Johnny Borrell - Borrell 1

by Rich Morris Rating:8 Release Date:2013-07-22

These are confusing times for all right-thinking, Borrell-hating music fans. Why? Well, firstly there's the news that the arrogant prick's debut solo album has sold a paltry 594 copies in its first week of release, missing out of the album chart top 100. To which you might say: "Ha ha, serves the big-headed, talentless tosser right. I always hated him, him and his punchable face and God-awful white trousers." And usually I would agree with you, and we would have a laugh and then put on some Can or something.

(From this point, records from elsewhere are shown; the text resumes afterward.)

@pytest.mark.parametrize("solver", ["analytic", "layers"])
@pytest.mark.parametrize("alpha", [-4.0, 2.0])
def test_power_law_table_gives_slope_alpha_scale_heights(solver, alpha):
    # (radius at the reference pressure, so that the lift by ten times the opacity shows)
    # Lecavelier des Etangs et al. 2008 (A&A 481, L83): for sigma ~ lambda^alpha
    # the effective radius changes by dR/d ln(lambda) = alpha H, H the local
    # scale height (g ~ 1/r^2 here: H(r) = H0 (r/R0)^2; the chord-length factor
    # adds 1.5 H/r, as in tests/test_spectrum.py).  Within 0.05 H (measured
    # 0.025 H; Rayleigh and CIA of the H2/He gas add a little).
    lam = np.geomspace(0.9, 3.2, 4000)
    t = Table({"wavelength": lam * u.um, "cross_section": 1e-21 * lam ** alpha * u.cm**2})
    src = UserOpacitySource({"PH3": t})
    edges = mixture.wavelength_bin_edges(30, 1.0e-6, 3.0e-6)
    ds = S.transmission_spectrum({"mixing_ratios": {"He": 0.15, "PH3": 1e-4}, "fill_gas": "H2",
                                  "reference_pressure": 1.0},
                                 R_JUP * u.m, R_SUN * u.m, gravity=25.0,
                                 equilibrium_temperature=1000.0, wavelength_edges=edges * 1e6,
                                 solver=solver, n_g=4, opacity_source=src,
                                 radius_calibration="reference-pressure")
    r_eff = np.sqrt(ds.transit_depth_ppm.values[0] * 1e-6) * R_SUN
    slope = np.polyfit(np.log(ds.wavelength.values), r_eff, 1)[0]
    h = ds.scale_height_km.values[0] * 1e3
    z = r_eff.mean() - R_JUP
    h_loc = h * ((R_JUP + z) / R_JUP) ** 2
    expect = alpha * h_loc / (1 - 1.5 * h_loc / (R_JUP + z))
    assert abs(slope - expect) < 0.05 * h
    # and the spectrum is the user's opacity: ten times the cross-section lifts
    # it by H ln 10 (same source, Heng & Kitzmann 2017, MNRAS 470, 2972)
    t10 = Table({"wavelength": lam * u.um, "cross_section": 1e-20 * lam ** alpha * u.cm**2})
    ds10 = S.transmission_spectrum({"mixing_ratios": {"He": 0.15, "PH3": 1e-4}, "fill_gas": "H2",
                                    "reference_pressure": 1.0},
                                   R_JUP * u.m, R_SUN * u.m, gravity=25.0,
                                   equilibrium_temperature=1000.0, wavelength_edges=edges * 1e6,
                                   solver=solver, n_g=4,
                                   opacity_source=UserOpacitySource({"PH3": t10}),
                                   radius_calibration="reference-pressure")
    r10 = np.sqrt(ds10.transit_depth_ppm.values[0] * 1e-6) * R_SUN
    assert np.mean(r10 - r_eff) == pytest.approx(math.log(10) * h_loc, rel=0.05)


# --------------------------------------------------------------------------
# properties
# --------------------------------------------------------------------------

@settings(max_examples=25, deadline=None)
@given(seed=st.integers(0, 10_000), scale=st.floats(1e-3, 1e3), n_g=st.integers(1, 16))
@example(seed=40, scale=1.0, n_g=11)     # random wavenumbers began above a bin's edge: k = 0 there
def test_k_scales_with_the_table_and_stays_within_its_values(seed, scale, n_g):
    # Sorting commutes with a positive factor; every k lies between the
    # smallest and largest tabulated value (definition; no source).  The table
    # spans every bin (its ends are fixed): outside the table the cross-section
    # is zero by the documented rule, and k = 0 is then right.
    rng = np.random.default_rng(seed)
    nu = np.unique(np.concatenate([[4000e2, 6000e2], rng.uniform(4000e2, 6000e2, 198)]))
    sig = 10 ** rng.uniform(-28, -22, nu.size)
    edges = np.sort(1.0 / rng.uniform(nu[0], nu[-1], 4))
    g, _ = op.g_quadrature(n_g)
    k = sorted_k_distribution(nu, sig, edges, g)
    ks = sorted_k_distribution(nu, sig * scale, edges, g)
    np.testing.assert_allclose(ks, k * scale, rtol=1e-9)
    assert np.all(np.diff(k, axis=-1) >= 0)
    assert np.all(k >= sig.min() * (1 - 1e-9)) and np.all(k <= sig.max() * (1 + 1e-9))


# --------------------------------------------------------------------------
# bad input
# --------------------------------------------------------------------------

_H = "wavenumber [cm-1],cross_section [cm2]\n"


@pytest.mark.parametrize("text,kwargs,exc,match", [
    (_H + "4000,1e-20\n4001,nan\n", {}, InputError, r"'cross_section', row 2.*NaN"),
    (_H + "4000,1e-20\n4001,\n", {}, InputError, r"'cross_section', row 2.*NaN"),
    (_H + "4000,1e-20\n4001,-1e-21\n", {}, InputError, r"row 2.*>= 0"),
    (_H + "4000,1e-20\n4002,1e-20\n4001,1e-20\n", {}, InputError, r"row 3.*out of order"),
    (_H + "4000,1e-20\n4000,1e-20\n", {}, InputError, r"row 2.*duplicate"),
    (_H + "4000,1e-20\n", {}, InputError, "at least 2 rows"),
    ("wavenumber [cm-1],cross_section [cm2],temperature [K]\n4000,1e-20,300\n4001,1e-20,300\n"
     "4000,1e-20,600\n", {}, InputError, r"600 K block.*at least 2"),
    ("wavenumber [cm-1],cross_section [cm2],temperature [K]\n4000,1e-20,300\n4001,1e-20,300\n"
     "4000,1e-20,600\n4001,1e-20,600\n4000,1e-20,300\n4001,1e-20,300\n", {}, InputError,
     r"row 5.*contiguous"),
    ("wavenumber [cm-1],cross_section [cm2],temperature [K]\n4000,1e-20,300\n4001,1e-20,-5\n",
     {}, InputError, r"'temperature', row 2"),
    ("wavenumber,cross_section\n4000,1e-20\n4001,1e-20\n", {}, UnitMismatchError,
     r"'wavenumber' unit.*no unit"),
    ("wavenumber,cross_section\n4000,1e-20\n4001,1e-20\n", {"spectral_unit": "kg"},
     UnitMismatchError, "length, wavenumber, frequency or energy"),
    ("wavenumber [um],cross_section [cm2]\n4000,1e-20\n4001,1e-20\n", {}, UnitMismatchError,
     "inverse length"),
    ("wavenumber [cm-1],cross_section [cm]\n4000,1e-20\n4001,1e-20\n", {}, UnitMismatchError,
     "area"),
    ("wavenumber [cm-1],cross_section [cm2],temperture [K]\n4000,1e-20,3\n4001,1e-20,3\n", {},
     UnknownKeyError, "did you mean 'temperature'"),
    ("wavenumber [cm-1],xsec [cm2]\n4000,1e-20\n4001,1e-20\n", {}, UnknownKeyError,
     r"column 'xsec'.*cross_section"),
    ("wavenumber [cm-1],temperature [K]\n4000,300\n4001,300\n", {}, InputError,
     "a cross_section column"),
    (_H + "4000,1e-20\n4001,1e-20\n", {"species": "h2o"}, UnknownKeyError, "did you mean 'H2O'"),
    (_H + "4000,1e-20\n4001,1e-20\n", {"format": "xlsx"}, InputError, "format"),
])
def test_bad_files(tmp_path, text, kwargs, exc, match):
    p = tmp_path / "bad.csv"
    p.write_text(text)
    species = kwargs.pop("species", "H2O")
    with pytest.raises(exc, match=match):
        read_cross_sections(p, species, **kwargs)


def test_bad_source_arguments(tmp_path):
    p = _write_csv(tmp_path / "ok.csv", "wavenumber [cm-1],cross_section [cm2]",
                   [np.array([4000.0, 6000.0]), np.array([1e-20, 1e-20])])
    with pytest.raises(InputError, match="existing file"):
        read_cross_sections(tmp_path / "missing.csv", "H2O")
    with pytest.raises(InputError, match="outside"):
        UserOpacitySource({"H2O": p}, outside="extrapolate")
    with pytest.raises(UnknownKeyError, match="did you mean 'CH4'"):
        UserOpacitySource({"CH5": p})
    with pytest.raises(InputError, match="a table of H2O"):
        UserOpacitySource({"CO": read_cross_sections(p, "H2O")})
    with pytest.raises(InputError, match="dict"):
        UserOpacitySource([p])
    src = UserOpacitySource({"H2O": p})
    with pytest.raises(InputError, match="wavelength_edges_m"):
        src.species_k_coefficients("H2O", [2.0e-6, 1.9e-6], 300.0)
    with pytest.raises(InputError, match="temperature_K"):
        src.species_k_coefficients("H2O", [1.9e-6, 2.0e-6], np.nan)
    with pytest.raises(InputError, match="n_g"):
        src.species_k_coefficients("H2O", [1.9e-6, 2.0e-6], 300.0, n_g=0)


@settings(max_examples=40, deadline=None)
@given(rows=st.integers(1, 40), cols=st.integers(2, 4), header=st.booleans(),
       commas=st.booleans(), comments=st.booleans(), seed=st.integers(0, 2**31 - 1))
def test_fast_text_reader_equals_the_line_reader(tmp_path_factory, rows, cols, header, commas,
                                                  comments, seed):
    # np.loadtxt (the fast path for large files) and the line-by-line reader read the
    # same numbers, names and units from every well-formed text file
    from snrkit.atmosphere import cross_section_files
    rng = np.random.default_rng(seed)
    data = rng.uniform(-1e3, 1e3, (rows, cols)) * 10.0 ** rng.integers(-30, 5, (rows, cols))
    sep = ", " if commas else "  "
    lines = []
    if comments:
        lines.append("# a comment line")
    if header:
        lines.append(sep.join(["wavelength [um]", "sigma [cm2/molecule]", "t [K]", "p [bar]"][:cols]))
    for r in data:
        lines.append(sep.join(repr(float(x)) for x in r) + ("  # note" if comments else ""))
    path = tmp_path_factory.mktemp("xs") / "table.txt"
    path.write_text("\n".join(lines) + "\n")
    fast = cross_section_files._read_text_fast(path.read_text())
    slow = cross_section_files._read_text_lines(path.read_text().splitlines(), path, "f")
    assert fast is not None
    assert fast[0] == slow[0] and fast[1] == slow[1]
    for a, b in zip(fast[2], slow[2]):
        np.testing.assert_array_equal(a, b)


def test_malformed_text_still_names_its_line(tmp_path):
    from snrkit.atmosphere import cross_section_files
    path = tmp_path / "bad.txt"
    path.write_text("1.0 2.0\n3.0 x\n")
    with pytest.raises(InputError, match="line 2"):
        cross_section_files._read_text(path, "f")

But two things make this different. Firstly, Borrell is now the cocky underdog, a figure I usually root for in pop music. That alone, however, wouldn't mean much (what with this being - yuck! - Borrell we're talking about) if it wasn't for fact two: his debut, the bile-inducingly named Borrell 1, is actually pretty bloody good.

I know, I know. Clutch your peals to your chest and I'll fetch the smelling salts. Trust me, I would love to hate this album. Unfortunately, I can't because Borrell has improbably managed to confect a record of lovely, defense-melting chamber pop full of soulful sax, innovative, Latin-flavoured rhythms, sideways, knowing glances and cheeky lyrics which sort of show some measure of self-awareness, such as this on 'Cyrano Masochiste': "I am the masochist/ You are a narcissist/ Ain't you glad I exist?"

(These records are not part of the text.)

"""Hypothesis property tests of the physical laws in the foundation layer."""

import numpy as np
import pytest
import astropy.units as u
from hypothesis import given, strategies as st, assume

from snrkit.bodies import metrics as met, geometry as geo
from snrkit import constants as C
from snrkit.bodies.star import Star
from snrkit.bodies.planet import Planet
from snrkit.bodies.system import System

pos = st.floats(min_value=1e-2, max_value=1e4, allow_nan=False)
temps = st.floats(min_value=50.0, max_value=4000.0)
mus = st.floats(min_value=1.5, max_value=80.0)
gs = st.floats(min_value=0.5, max_value=300.0)
factor = st.floats(min_value=1.01, max_value=10.0)


@given(temps, mus, gs, factor)
def test_scale_height_monotonic(t, mu, g, f):
    # H = kT/(mu m_u g): grows with T, falls with mu and with g, linearly.
    h = met.scale_height(t, mu, g)
    assert met.scale_height(t * f, mu, g) > h
    assert met.scale_height(t, mu * f, g) < h
    assert met.scale_height(t, mu, g * f) < h
    np.testing.assert_allclose(met.scale_height(t * f, mu * f, g), h, rtol=1e-12)


@given(st.floats(min_value=0.3, max_value=20.0), st.floats(min_value=0.1, max_value=2.0),
       st.floats(min_value=0.1, max_value=10.0))
def test_depth_scales_as_radius_ratio_squared(rp_earth, rs_sun, scale):
    rp, rs = rp_earth * C.R_EARTH, rs_sun * C.R_SUN
    d = geo.transit_depth(rp, rs)
    np.testing.assert_allclose(geo.transit_depth(rp * scale, rs * scale), d, rtol=1e-12)
    np.testing.assert_allclose(geo.transit_depth(rp * scale, rs), d * scale ** 2, rtol=1e-12)


@given(st.floats(min_value=1.0, max_value=60.0), st.floats(min_value=0.3, max_value=15.0),
       st.floats(min_value=0.0, max_value=0.95), st.floats(min_value=0.001, max_value=0.04))
def test_t14_falls_as_impact_parameter_rises(period_d, aor, b, db):
    k = 0.05
    assume(aor > 1.5)
    inc1 = geo.inclination_from_impact_parameter(aor, b, 0.0, np.pi / 2)
    inc2 = geo.inclination_from_impact_parameter(aor, b + db, 0.0, np.pi / 2)
    t1 = geo.transit_duration(period_d * C.DAY, aor, k, b, inc1, 0.0, np.pi / 2)
    t2 = geo.transit_duration(period_d * C.DAY, aor, k, b + db, inc2, 0.0, np.pi / 2)
    assert t2 < t1
    # T23 <= T14 always
    assert geo.transit_duration(period_d * C.DAY, aor, k, b, inc1, 0.0, np.pi / 2, inner=True) <= t1


@given(st.floats(min_value=0.2, max_value=1000.0), st.floats(min_value=0.08, max_value=3.0))
def test_kepler_scaling(period_d, mass_sun):
    # a^3 / P^2 = G M / (4 pi^2): a scales as P^(2/3) and M^(1/3).
    a = geo.semi_major_axis_from_period(period_d * C.DAY, mass_sun * C.M_SUN)
    a8 = geo.semi_major_axis_from_period(8 * period_d * C.DAY, mass_sun * C.M_SUN)
    np.testing.assert_allclose(a8 / a, 4.0, rtol=1e-12)
    np.testing.assert_allclose(geo.period_from_semi_major_axis(a, mass_sun * C.M_SUN),
                               period_d * C.DAY, rtol=1e-12)


@given(st.floats(min_value=2600, max_value=7200), st.floats(min_value=0.005, max_value=5.0),
       factor)
def test_teq_and_insolation_with_distance(teff, a_au, f):
    # Teq ~ a^-1/2 and S ~ a^-2.
    rs = 0.5 * C.R_SUN
    t1 = met.equilibrium_temperature(teff, rs, a_au * C.AU)
    t2 = met.equilibrium_temperature(teff, rs, f * a_au * C.AU)
    np.testing.assert_allclose(t1 / t2, np.sqrt(f), rtol=1e-12)
    s1 = met.insolation(teff, rs, a_au * C.AU)
    s2 = met.insolation(teff, rs, f * a_au * C.AU)
    np.testing.assert_allclose(s1 / s2, f ** 2, rtol=1e-12)


@given(st.lists(st.tuples(st.floats(min_value=0.5, max_value=12.0),
                          st.floats(min_value=0.5, max_value=100.0),
                          st.floats(min_value=0.0, max_value=0.8),
                          st.floats(min_value=0.0, max_value=0.5)), min_size=1, max_size=6))
@pytest.mark.filterwarnings("ignore::snrkit.errors.GrazingTransitWarning")  # grazing is fine here
def test_arrays_and_scalars_agree(rows):
    star = Star(teff=3800 * u.K, radius=0.5, mass=0.5, magnitudes={"J": 9.0, "Ks": 8.2})
    rad, per, b, e = (np.array(c) for c in zip(*rows))
    whole = System(star, Planet(radius=rad, period=per, impact_parameter=b, eccentricity=e)
                   ).derived_arrays()
    for i in range(len(rows)):
        one = System(star, Planet(radius=rad[i], period=per[i], impact_parameter=b[i],
                                  eccentricity=e[i])).derived_arrays()
        for key in ("t14_s", "t23_s", "scale_height_m", "tsm", "esm", "transit_depth",
                    "equilibrium_temperature_K", "mass_kg"):
            np.testing.assert_allclose(whole[key][i], one[key][0], rtol=1e-12)
        assert whole["hz_position"][i] == one["hz_position"][0]


@given(st.floats(min_value=0.3, max_value=14.2), factor)
def test_mass_radius_monotonic(r, f):
    # Chen & Kipping 2017: mass grows with radius below 14.26 R_earth.
    assume(r * f < 14.25)
    m1 = met.mass_from_radius(np.array([r * C.R_EARTH]))[0][0]
    m2 = met.mass_from_radius(np.array([r * f * C.R_EARTH]))[0][0]
    assert m2 > m1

It's really baffling. Why haven't we seen this side of Borrell before? I never even caught a glimpse that he was capable of such unforced, tuneful eccentricity. Borrell 1 calls to mind both early Sparks and early Associates on its opening duo, the knock-kneed and very catchy 'Power to the Woman' and 'Joshua Amrit'. Meanwhile, on standout 'Ladder to Your Bed', he even manages to pull off some perfect Roxy Music balladry, simultaneously sumptuous and tongue-in-cheek. It's truly lovely.

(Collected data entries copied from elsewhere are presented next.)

from snrkit.planning import observatories
from snrkit.planning import windows
from snrkit.planning import ephemeris
from snrkit.planning import observability
from snrkit.planning import timescales
from snrkit.planning.observatories import GroundSite, SpaceObservatory
from snrkit.planning.timescales import offline_time
from snrkit.planning.observatories import bjd_to_utc
from snrkit.planning.windows import transit_windows
from snrkit.planning.ephemeris import predict_transits, epoch_grid, timing_sigma
from snrkit.constants import DAY, AU, C_LIGHT
from snrkit.errors import InputError
from snrkit.io.systemfile import load_system, read_system_text
from snrkit.io.tables import data_path

ALDER = str(data_path("demo", "alder.toml"))
BIRCH = str(data_path("demo", "birch.toml"))
CEDAR = str(data_path("demo", "cedar.toml"))
# An invented high-desert site (not a real observatory): lon, lat [deg], elevation [m]
SITE = GroundSite(-70.0, -25.0, 2500.0)


@pytest.fixture(autouse=True)
def no_network(monkeypatch):
    """Any attempt to open a network connection fails the test."""
    def refuse(*args, **kwargs):
        raise AssertionError("network access attempted during a calendar test")
    monkeypatch.setattr(socket.socket, "connect", refuse)
    monkeypatch.setattr(socket, "create_connection", refuse)


@pytest.fixture(scope="module")
def alder():
    return load_system(ALDER)


@pytest.fixture(scope="module")
def cedar():
    return load_system(CEDAR)


# --------------------------------------------------------------------- ephemeris

def test_mid_times_follow_linear_ephemeris_exactly(alder):
    # Linear ephemeris T_n = T0 + n P (definition).  Reference: exact rational
    # arithmetic on the same float inputs, so only float rounding (< 1e-9 d) may differ.
    tab = predict_transits(alder, "2026-01-01", "2026-12-31")
    t0 = Fraction(float(alder.planet.transit_midtime[0]))
    p = Fraction(float(alder.planet.period_s[0])) / DAY
    n = np.asarray(tab["epoch"])
    assert np.all(np.diff(n) == 1)                         # consecutive epochs, no gaps
    for ni, mid in zip(n, tab["mid_bjd_tdb"]):
        assert abs(float(t0 + int(ni) * p) - float(mid.jd)) < 1e-9
    # Completeness: the neighbours of the first/last epoch fall outside the range
    with offline_time():
        from astropy.time import Time
        lo = Time("2026-01-01", scale="utc").tdb.jd
        hi = Time("2027-01-01", scale="utc").tdb.jd
    assert float(t0 + (int(n[0]) - 1) * p) < lo <= float(tab["mid_bjd_tdb"][0].jd)
    assert float(tab["mid_bjd_tdb"][-1].jd) <= hi < float(t0 + (int(n[-1]) + 1) * p)
    assert len(tab) in (77, 78)     # 365 d / 4.7371 d = 77.05: 77 or 78 transits


@settings(max_examples=40, deadline=None)
@given(t0=st.floats(2455000.0, 2465000.0), period=st.floats(0.3, 400.0),
       lo=st.floats(2450000.0, 2470000.0), span=st.floats(0.0, 3000.0))
def test_epoch_grid_selects_exactly_the_transits_in_range(t0, period, lo, span):
    # Property of the linear ephemeris: every T0 + nP in [lo, hi] appears once,
    # none outside; works before T0 (negative n) as after it.
    hi = lo + span
    idx, n = epoch_grid(np.array([t0]), np.array([period * DAY]), lo, hi)
    mid = t0 + n * period
    assert np.all((mid >= lo) & (mid <= hi))
    assert np.all(np.diff(n) == 1)
    first = n[0] if n.size else int(np.ceil((lo - t0) / period))
    assert t0 + (first - 1) * period < lo + 1e-9
    if n.size:
        assert t0 + (n[-1] + 1) * period > hi - 1e-9


def test_uncertainty_grows_as_stated(alder):
    # sigma_n^2 = sigma_T0^2 + n^2 sigma_P^2 (first-order propagation of the
    # linear ephemeris, uncorrelated T0 and P; common practice in timing work).
    # Alder b file values: sigma_T0 = 25 s, sigma_P = 0.5 s.
    tab = predict_transits(alder, "2027-06-01", "2027-07-01")
    n = np.asarray(tab["epoch"], dtype=float)
    expected_min = np.sqrt(25.0 ** 2 + n ** 2 * 0.5 ** 2) / 60.0
    np.testing.assert_allclose(tab["sigma_minutes"], expected_min, rtol=1e-12)
    # Hand computation: 2027-06-01 00:00 UTC = JD 2461557.5 (557 days after
    # 2025-11-21 00:00 = JD 2461000.5); (2461557.5 - 2461000.3241) / 4.7371 = 117.62,
    # so the first epoch is n = 118 and sigma = sqrt(25^2 + 118^2 0.5^2) = 64.078 s.
    assert int(n[0]) == 118
    assert tab["sigma_minutes"][0] * 60 == pytest.approx(64.078, abs=1e-3)


@settings(max_examples=40, deadline=None)
@given(s0=st.floats(0.0, 600.0), sp=st.floats(0.0, 60.0), n=st.integers(-5000, 5000))
def test_timing_sigma_laws(s0, sp, n):
    # Limits and symmetry of sigma_n: sigma_0 = sigma_T0; even in n;
    # non-decreasing in |n|; bounded by sigma_T0 + |n| sigma_P.
    assert timing_sigma(s0, sp, 0) == pytest.approx(s0)
    assert timing_sigma(s0, sp, n) == pytest.approx(timing_sigma(s0, sp, -n))
    assert timing_sigma(s0, sp, abs(n) + 1) >= timing_sigma(s0, sp, n) - 1e-12
    assert timing_sigma(s0, sp, n) <= s0 + abs(n) * sp + 1e-9


def test_reference_time_after_range_gives_negative_epochs(alder):
    # T0 (2025-11) after a 2024 range: the ephemeris runs backwards.
    tab = transit_windows(alder, "2024-03-01", "2024-03-15")
    assert len(tab) in (2, 3) and np.all(tab["epoch"] < 0)   # 14 d / 4.7371 d = 2.96
    assert np.all(np.diff(tab["sigma_minutes"]) < 0)   # nearer T0, smaller sigma


def test_range_without_transits(alder, capsys):
    # A range shorter than the period between two transits: an empty table, and
    # the JSON still lists the planet with no windows.
    from snrkit.cli.calendar import windows_json
    tab = transit_windows(alder, "2026-01-01T00:00", "2026-01-01T06:00", observatory=SITE)
    assert len(tab) == 0 and "max_sun_altitude_deg" in tab.colnames
    assert windows_json(tab)["planets"] == [{"name": "Alder b", "windows": []}]


def test_window_width(alder):
    # Window = T14 (1 + baseline multiple) + 2 k sigma; hand check with the
    # derived T14 (Winn 2010 via System.derived_arrays).
    t14_h = alder.derived_arrays()["t14_s"][0] / 3600.0
    a = transit_windows(alder, "2026-02-01", "2026-02-10", baseline=1.0, padding_sigma=3.0)
    b = transit_windows(alder, "2026-02-01", "2026-02-10", baseline="2 h", padding_sigma=0.0)
    sig_h = np.asarray(a["sigma_minutes"]) / 60.0
    np.testing.assert_allclose(a["duration_hours"], 2 * t14_h + 6 * sig_h, rtol=1e-10)
    np.testing.assert_allclose(b["duration_hours"], t14_h + 2.0, rtol=1e-10)


# --------------------------------------------------------------------- time scales

def test_tdb_to_utc_at_j2000():
    # J2000.0 = JD 2451545.0 TT = 2000-01-01 12:00:00 TT.  TT - UTC = 64.184 s
    # then: TAI - UTC = 32 s (IERS Bulletin C leap-second table, 1999-01-01 to
    # 2006-01-01) plus TT - TAI = 32.184 s (IAU 1991 definition), so UTC is
    # 11:58:55.816.  TDB - TT is below 1.7 ms (Fairhead & Bretagnon 1990
    # periodic terms; value from memory), hence the 3 ms tolerance.  The
    # light-time term is added back to isolate the scale change.
    utc, ltt = bjd_to_utc(2451545.0, 201.35, 12.80)
    with offline_time():
        from astropy.time import Time
        ref = Time("2000-01-01T11:58:55.816", scale="utc")
        dt = ((utc - ref).to_value(u.s) + ltt.to_value(u.s))
    assert abs(float(dt)) < 3e-3


def test_bjd_to_utc_against_astropy_for_demo_epoch(alder):
    # Independent astropy chain: t_obs = t_BJD - light_travel_time(t_obs) solved
    # with astropy alone (4 iterations), then astropy's TDB -> UTC.
    from astropy.time import Time
    from astropy.coordinates import SkyCoord, EarthLocation
    bjd = float(alder.planet.transit_midtime[0])
    utc, ltt = bjd_to_utc(bjd, 201.35, 12.80)
    with offline_time():
        star = SkyCoord(201.35 * u.deg, 12.80 * u.deg)
        geo = EarthLocation.from_geocentric(0, 0, 0, u.m)
        t_bary = Time(bjd, format="jd", scale="tdb")
        t = t_bary
        for _ in range(4):
            t = t_bary - t.light_travel_time(star, location=geo, ephemeris="builtin")
        ref = Time(t.tdb, location=geo).utc
        assert abs(float((utc - ref).to_value(u.s))) < 1e-3
        tab = transit_windows(alder, "2025-11-20", "2025-11-21")
        # the column is a UTC Time at full precision, shown to the second
        assert tab["mid_utc"].scale == "utc" and tab["mid_utc"].format == "isot"
        assert abs(float((tab["mid_utc"][0] - ref).to_value(u.s))) < 1e-3
        assert tab["mid_utc"][0].isot == Time(ref, precision=0).isot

Not everything works. Generally the slower songs grate a little. Doo-wop tinged ballads 'Pan-European Supermodel Song (Oh! Gina)', 'Dahlia Rondo' and 'We Cannot Overthrow' drag and run out of steam pretty quickly, Borrell making the fatal mistake of trying to genuinely emote, something he should never do as it just makes him too thumpable. I don't want real emotion from this man. It's like listening to General Pinochet complain about having to do the washing up while under house-arrest.

Ultimately, however, Borrell 1 is a triumph of songwriting eccentricity over bland indie-rock-by-numbers bilge, exactly the kind of crap that clogged up the charts in the mid-00s and of which Borrell was one the worst proponents. There's nothing on this album to suggest the music he's making now is anything other than heartfelt and joyful. He's certainly not doing it to claw back his fame, judging by those album sales.

So if Borrell is capable of music of this quality, why did he spend so many years peddling potboiler MOR crud? Just to get famous? I wonder if he thinks it was worth it, now he's pretty much a national laughing stock.

Still, dismal sales aside, I hope he gets another crack at a solo album. The funky and weird highlights on Borrell 1 are light-years ahead of anything his 00s rock revolution peers have released for a long time. It's a daring and bold leap of creativity and, artistically at least, it's paid off. Who the hell would have thought we'd be saying that about Johnny Fucking Borrell?